After multiplying A by each starting vector five times, all three results are fairly similar even though they began from different states. The numbers for each case (starting from e1, e2, and e3) move toward the same general proportions. This shows that the transitions in A are gradually pushing the system toward a steady pattern where the probabilities don’t change much anymore. In other words, no matter which state we start from, the distribution settles into roughly the same balance after several steps, a sign that the process is approaching a steady-state distribution.

*2.* Let's consider a simple Markov transition matrix over two states:
$$
T = \left[ \begin{array}{cc} p_{1\leftarrow 1} &  p_{1\leftarrow 2} \\
p_{2 \leftarrow 1} & p_{2 \leftarrow 2} \end{array}\right] 
$$
The arrows help visualize the transition a bit: This is the same index notation as usual, $p_{ij}$, but writing it $p_{i \leftarrow j}$ emphasizes that it's the proportion of times that state $j$ transitions to state $i$. Below, $T$ is given by
$$
T = \left[ \begin{array}{cc} .25 & .5 \\
.75 & .5 \end{array}\right].
$$

- Start in state 1, at the initial condition $[1,0]$. Multiply that vector by $T$. Write out the result in terms of the formula and compute the result in a code chunk below. What is this object you're looking at, in terms of proportions and transitions?
- Multiple by $T$ again. What do you get? This isn't a column of $T$. Explain in words what it is. (Hint: A forecast of what in what period?)
- Keep multiplying the current vector of outcomes by $T$. When does it start to settle down without changing further?
- Do the above analysis again, starting from the initial condition $[0,1]$. Do you get a different result?
- The take-away is that, in the long run, these chains settle down into the long-run proportions, and the sensitivity on initial conditions vanishes. 


In [65]:
T = np.array([[ 1/4, 1/2],
                 [ 3/4, 1/2 ]])

TEst TEs

3. Weather data

- Load the `cville_weather.csv` data. This includes data from Jan 4, 2024 to Feb 2, 2025. Are there any missing data issues?
- Based on the precipitation variable, `PRCP`, make a new variable called `rain` that takes the value 1 if `PRCP`>0 and 0 otherwise.
- Build a two-state Markov chain over the states 0 and 1 for the `rain` variable. 
- For your chain from c, how likely is it to rain if it was rainy yesterday? How likely is it to rain if it was clear yesterday?
- Starting from a clear day, forecast the distribution. How quickly does it converge to a fixed result? What if you start from a rainy day?
- Conditional on being rainy, plot a KDE of the `PRCP` variable.
- Describe one way of making your model better for forecasting and simulation the weather.

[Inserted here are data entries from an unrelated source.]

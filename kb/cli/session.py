"""What every command shares: where the book is, who is asking, how to answer.

It owns the output channels: results to stdout, everything else to stderr; JSON when asked. It opens the book only
when a command asks for it, so that `--help` and completion load nothing heavy.
"""

from __future__ import annotations

import json
import os
import sys
import time
from collections.abc import Iterator
from contextlib import contextmanager
from contextvars import ContextVar
from dataclasses import dataclass
from typing import TYPE_CHECKING, Any

import typer

from kb.errors import SettingsError
from kb.plain import plain

if TYPE_CHECKING:
    from kb.book import Book


@dataclass(slots=True)
class Session:
    """The options given before or after the command.

    Attributes:
        book: path or URL; None = the default place.
        who: initials; None = SIDEPATH_AS, else the login name.
        as_json, quiet, verbose: as asked.
    """

    book: str | None = None
    who: str | None = None
    as_json: bool = False
    quiet: bool = False
    verbose: bool = False

    @property
    def initials(self) -> str:
        """Return who is asking.

        Raises:
            SettingsError: nobody is named and the login name is not to be had.
        """
        import getpass

        if self.who:
            return self.who
        try:
            return getpass.getuser()
        except (OSError, KeyError):
            raise SettingsError("Nobody is named.", "Give --as INITIALS or set SIDEPATH_AS.") from None

    @contextmanager
    def opened(self, *, read_only: bool = False) -> Iterator[Book]:
        """Open the book for the length of a command."""
        from kb.book import open_book

        with open_book(self.book, read_only=read_only) as book:
            yield book

    def answer(self, data: Any, text: str) -> None:
        """Print a result: JSON when asked, else text."""
        if self.as_json:
            self.print_json(data)
        elif text:
            typer.echo(text)

    def print_json(self, data: Any) -> None:
        """Print one JSON value on one line of stdout."""
        typer.echo(json.dumps(data, ensure_ascii=False))

    def say(self, text: str) -> None:
        """Tell the user something on stderr, unless --quiet."""
        if not self.quiet:
            typer.echo(plain(text, keep_lines=True), err=True)

    def progress(self, label: str) -> BarOnStderr:
        """Return a progress that draws one line on stderr (nothing with --quiet or away from a terminal)."""
        return BarOnStderr(label, shown=not self.quiet and sys.stderr.isatty())


class BarOnStderr:
    """Progress as one line rewritten at most four times a second; Ctrl-C asks the job to stop."""

    def __init__(self, label: str, *, shown: bool) -> None:
        self.label = label
        self.shown = shown
        self.stopped = False
        self._last = 0.0
        self._start = time.monotonic()

    def advance(self, done: int, total: int | None, note: str = "") -> None:
        """Redraw the line when a quarter of a second has passed."""
        now = time.monotonic()
        if not self.shown or (now - self._last < 0.25 and done != total):
            return
        self._last = now
        rate = done / max(now - self._start, 1e-6)
        of = f" of {total:,}" if total else ""
        left = f", {(total - done) / rate:.0f} s left" if total and rate > 0 and done < total else ""
        line = f"{self.label}: {done:,}{of} ({rate:,.0f}/s{left}) {plain(note)}"
        end = "\n" if done == total else ""
        sys.stderr.write("\r\x1b[2K" + line[:100] + end)
        sys.stderr.flush()

    def cancelled(self) -> bool:
        """Return True once Ctrl-C was pressed."""
        return self.stopped


def use_colour() -> bool:
    """Return True when stdout is a terminal and NO_COLOR is not set (no-color.org)."""
    return sys.stdout.isatty() and not os.environ.get("NO_COLOR")


_CURRENT: ContextVar[Session] = ContextVar("session")


def set_session(session: Session) -> None:
    """Make a session that of the running command; the root callback does."""
    _CURRENT.set(session)


def current_session() -> Session:
    """Return the session of the running command."""
    return _CURRENT.get()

Congratulations, you now are a non-parametric meteorologist!

4. Taxicab trajectories: Using the pickled taxicab data, we want to complete the exercise from class.

- For the taxicab trajectory data, determine your state space and clean your sequences of cab rides.
- Compute the transition matrix for the taxicab data between neighborhoods in Manhattan. Plot it in a heat map. What are the most common routes?
- Explain why taxicabs are most likely order 1, and not 2 or more.
- Starting at Hell's Kitchen, create a sequence of forecasts of where the cab is likely to be in 2, 3, 5, and 10 trips
- Starting at any neighborhood, iterate your forecast until it is no longer changing very much. Where do cabs spend most of their time working in Manhattan?